No matter how you slice it, the point of a personal loan is to get you funds in the times you need (or want) them the most

They are normally structured as installment loans, which means that you are responsible for paying back the total amount borrowed, plus interest over a set period. of time. A bad credit personal loan is primarily the same exact thing but focused more on consumers who have low to mid-range credit scores as well as limited borrowing options. You will find that in the long run, the optimal solution is to build up your emergency savings to properly deal with unexpected financial situations, but the truth about accidents and surprises is we don’t always see them coming which means this method is not always feasible. Personal loan options for people who have bad credit can provide many individuals with financial relief in times when they need financial assistance the most.

What are the two basic types of personal loans:

Secured – Money that is secured refers to the fact that you are required to secure the amount borrowed with some variation of your assets. In this case, assets turn into collateral for the loan, and if you’re unable to make your payments on time, you forfeit the collateral.
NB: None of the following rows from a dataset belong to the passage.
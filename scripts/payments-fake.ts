// The local stand-in for the hosted payment provider (Stripe): the slice of its REST API that the
// official `stripe` SDK calls for hosted checkout and refunds, a checkout page with Pay and Cancel,
// and webhooks signed the way the provider signs them. State survives restarts in PAYMENTS_FAKE_STORE.
import { createHash, createHmac, randomBytes } from 'node:crypto';
import { existsSync, mkdirSync, readFileSync, renameSync, writeFileSync } from 'node:fs';
import { createServer, type IncomingMessage, type ServerResponse } from 'node:http';
import type { AddressInfo } from 'node:net';
import { join } from 'node:path';
import { localRequestProblem } from './lib/local-fake.mjs';

type Session = {
  id: string; object: 'checkout.session'; mode: 'payment'; status: 'open' | 'complete' | 'expired';
  payment_status: 'unpaid' | 'paid'; amount_subtotal: number; amount_total: number; currency: string;
  url: string | null; success_url: string; cancel_url: string | null; client_reference_id: string | null;
  customer_email: string | null; metadata: Record<string, string>; payment_intent: string | null;
  created: number; expires_at: number; livemode: false;
};
type LineItem = { name: string; unitAmount: number; quantity: number; currency: string };
type Refund = { id: string; object: 'refund'; amount: number; currency: string; payment_intent: string; status: 'succeeded'; reason: string | null; metadata: Record<string, string>; created: number };
type StripeEvent = { id: string; object: 'event'; api_version: string; created: number; type: string; livemode: false; pending_webhooks: number; data: { object: Session } };
type Delivery = { at: string; status: number | null; error?: string };
type State = {
  sessions: Record<string, { session: Session; lineItems: LineItem[] }>;
  refunds: Refund[];
  events: { event: StripeEvent; deliveries: Delivery[] }[];
  idempotency: Record<string, { fingerprint: string; status: number; body: unknown }>;
};

const requestedPort = Number(process.env.PAYMENTS_FAKE_PORT ?? 2600);
const store = process.env.PAYMENTS_FAKE_STORE ?? join(process.cwd(), '.local', 'payments');
const webhookUrl = process.env.PAYMENTS_WEBHOOK_URL ?? 'http://127.0.0.1:4321/api/payments/webhook';
const webhookSecret = process.env.STRIPE_WEBHOOK_SECRET ?? 'whsec_tallywood_local';
/** The one secret key this fake account accepts; any `sk_test_` key while unset. */
const secretKey = process.env.STRIPE_SECRET_KEY;
/** The API version the stripe 23.1.0 SDK pins; events carry it as the provider's do. */
const apiVersion = '2026-10-28.endive';
/** Delays before each webhook attempt: bounded, so Pay answers within a few seconds even when the app is down. */
const retryDelaysMs = [0, 250, 500, 1000, 2000];
const file = join(store, 'state.json');
/** The test hooks (/__events) need the local token; the API needs the secret key, the checkout page neither. */
const localToken = process.env.LOCAL_FAKES_TOKEN;

mkdirSync(store, { recursive: true });
const state: State = existsSync(file) ? JSON.parse(readFileSync(file, 'utf8')) : { sessions: {}, refunds: [], events: [], idempotency: {} };
let baseUrl = `http://127.0.0.1:${requestedPort}`;

function save() {
  writeFileSync(`${file}.tmp`, JSON.stringify(state));
  renameSync(`${file}.tmp`, file);
}

const newId = (prefix: string) => `${prefix}_${randomBytes(12).toString('base64url').replace(/[-_]/g, 'x')}`;
const unixNow = () => Math.floor(Date.now() / 1000);

class ApiError extends Error {
  constructor(readonly status: number, message: string, readonly extra: { code?: string; param?: string; type?: string } = {}) {
    super(message);
  }
}

/** Form bodies as the SDK encodes them (`line_items[0][price_data][currency]=usd`) back into objects. */
function parseForm(body: string): Record<string, unknown> {
  const root: Record<string, unknown> = {};
  for (const [key, value] of new URLSearchParams(body)) {
    const path = key.split(/\[|\]\[|\]/).filter(Boolean);
    let node = root as Record<string, unknown>;
    path.forEach((part, i) => {
      if (i === path.length - 1) node[part] = value;
      else node = (node[part] ??= {}) as Record<string, unknown>;
    });
  }
  return root;
}

const text = (value: unknown) => (typeof value === 'string' && value !== '' ? value : null);
function required(params: Record<string, unknown>, name: string): string {
  const value = text(params[name]);
  if (!value) throw new ApiError(400, `Missing required param: ${name}.`, { code: 'parameter_missing', param: name });
  return value;
}

function sessionRecord(id: string) {
  const record = state.sessions[id];
  if (!record) throw new ApiError(404, `No such checkout.session: '${id}'`, { code: 'resource_missing', param: 'session' });
  if (record.session.status === 'open' && unixNow() > record.session.expires_at) void deliverWithRetries(close(record.session, 'expired'));
  return record;
}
Unsecured – Money that is unsecured is borrowed, but not secured with any assets or collateral. In this case, if you fall behind on the loan, the lender is unable to automatically swoop in and claim your property.

Sometimes there may be reasons as to why you don’t qualify for an unsecured loan, such as poor credit, but you may find that you’re approved for a secured loan since you have collateral to put up for it. An asset is defined as any item that holds economic value, such as a house, valuable collection (or collectible), or vehicle. You should always consider the fact that you may lose whatever asset you put up as collateral when agreeing to a loan on these terms. In most cases, a secured loan is far easier to qualify for since there is very little risk involved for the lender. Secured loans generally come with lower interest rates and higher borrowing limits as well.
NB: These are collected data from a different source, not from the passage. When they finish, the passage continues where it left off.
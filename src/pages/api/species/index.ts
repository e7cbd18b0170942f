import { db } from '../../../db';
import { addSpecies } from '../../../db/catalogue.commands';
import { listSpecies } from '../../../db/species.queries';
import { speciesSchema } from '../../../lib/catalogue.schemas';
import { forbidden } from '../../../lib/errors';
import { endpoint, guard, json, readJson } from '../../../server/http';

/** The species catalogue with its cautions. */
export const GET = endpoint(async ({ locals }) => {
  guard(locals.actor, 'catalogue:read');
  return json({ species: await listSpecies(db) });
});

/** An admin adds a species with its cautions, each with its source. */
export const POST = endpoint(async ({ locals, request }) => {
  const admin = guard(locals.actor, 'catalogue:edit');
  const input = await readJson(request, speciesSchema);
  const added = await addSpecies(db, { adminId: admin.id, input, now: new Date() });
  if (!added) throw forbidden();
  return json({ species: added }, 201);
});
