// Loads the demo scenario in data/ when the database has no accounts yet.
import { join } from 'node:path';
import { closeDb, createDb } from '../src/db/client';
import { readDemo, seedDemoIfEmpty } from '../src/db/demo/seed-demo';

const url = process.env.DATABASE_URL;
if (!url) throw new Error('DATABASE_URL is not set');
const db = createDb(url, { max: 1 });
const started = performance.now();
const loaded = await seedDemoIfEmpty(db, readDemo(join(import.meta.dirname, '..', 'data')));
const ms = Math.round(performance.now() - started);
console.log(loaded ? `[tallywood] demo scenario loaded (${ms} ms)` : '[tallywood] database already has data; demo not loaded');
await closeDb(db);
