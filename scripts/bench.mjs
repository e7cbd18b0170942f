// `npm run bench`: installs what is missing (as `npm start` and `npm test` do: the dependencies, and
// Debian's wrk for the HTTP load; pgbench comes with PostgreSQL), then runs the benchmark in
// scripts/bench.ts with tsx. Node built-ins only: this runs before any dependency is installed.
import { spawnSync } from 'node:child_process';
import { bin, ensureDependencies, ensureWrk, root } from './lib/setup.mjs';

ensureDependencies();
ensureWrk();
// Ctrl-C reaches the benchmark too; this process waits for it to stop its server and cluster.
process.on('SIGINT', () => {});
const result = spawnSync(bin('tsx'), ['scripts/bench.ts', ...process.argv.slice(2)], { cwd: root, stdio: 'inherit' });
process.exit(result.status ?? 1);
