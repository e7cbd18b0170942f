// Applies the migrations in drizzle/ as the owner of the tables: DATABASE_OWNER_URL, else DATABASE_URL.
import { join } from 'node:path';
import { closeDb, createDb } from '../src/db/client';
import { applyMigrations } from '../src/db/migrations';

/** The tables' owner's connection; DATABASE_URL when the app and the migrations share one role. */
const url = process.env.DATABASE_OWNER_URL ?? process.env.DATABASE_URL;
if (!url) throw new Error('DATABASE_OWNER_URL (or DATABASE_URL) is not set');
const db = createDb(url, { max: 1 });
const started = performance.now();
await applyMigrations(db, join(import.meta.dirname, '..', 'drizzle'));
console.log(`[tallywood] migrations applied (${Math.round(performance.now() - started)} ms)`);
await closeDb(db);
Is Your Credit Good Enough to Qualify For a Personal Loan?

Lenders will review your credit score to get an idea of just how likely you are to repay a loan. There are various factors they’ll look at, such as payment history, credit usage, and credit history. These are all variables that will ultimately affect your score. Credit scores range from 300 to 850 and the higher someone’s score is suggests to the lender that they are more likely to comply with the loan terms and not cause any issues for the lender. Before you even think about applying for any type of loan, you’re going to want to check your credit score first. If you’re in the market for a personal loan and your credit is in the low to average range, you may find that you have limited choices available with higher interest rates. Traditional lenders such as large banks may even turn your application away because you’ll look high risk. If this happens, don’t give up hope, it just means you’re going to need to look into personal loans that are designed for those who have bad credit.

Where Can I Find a Personal Loan If I Have Bad Credit?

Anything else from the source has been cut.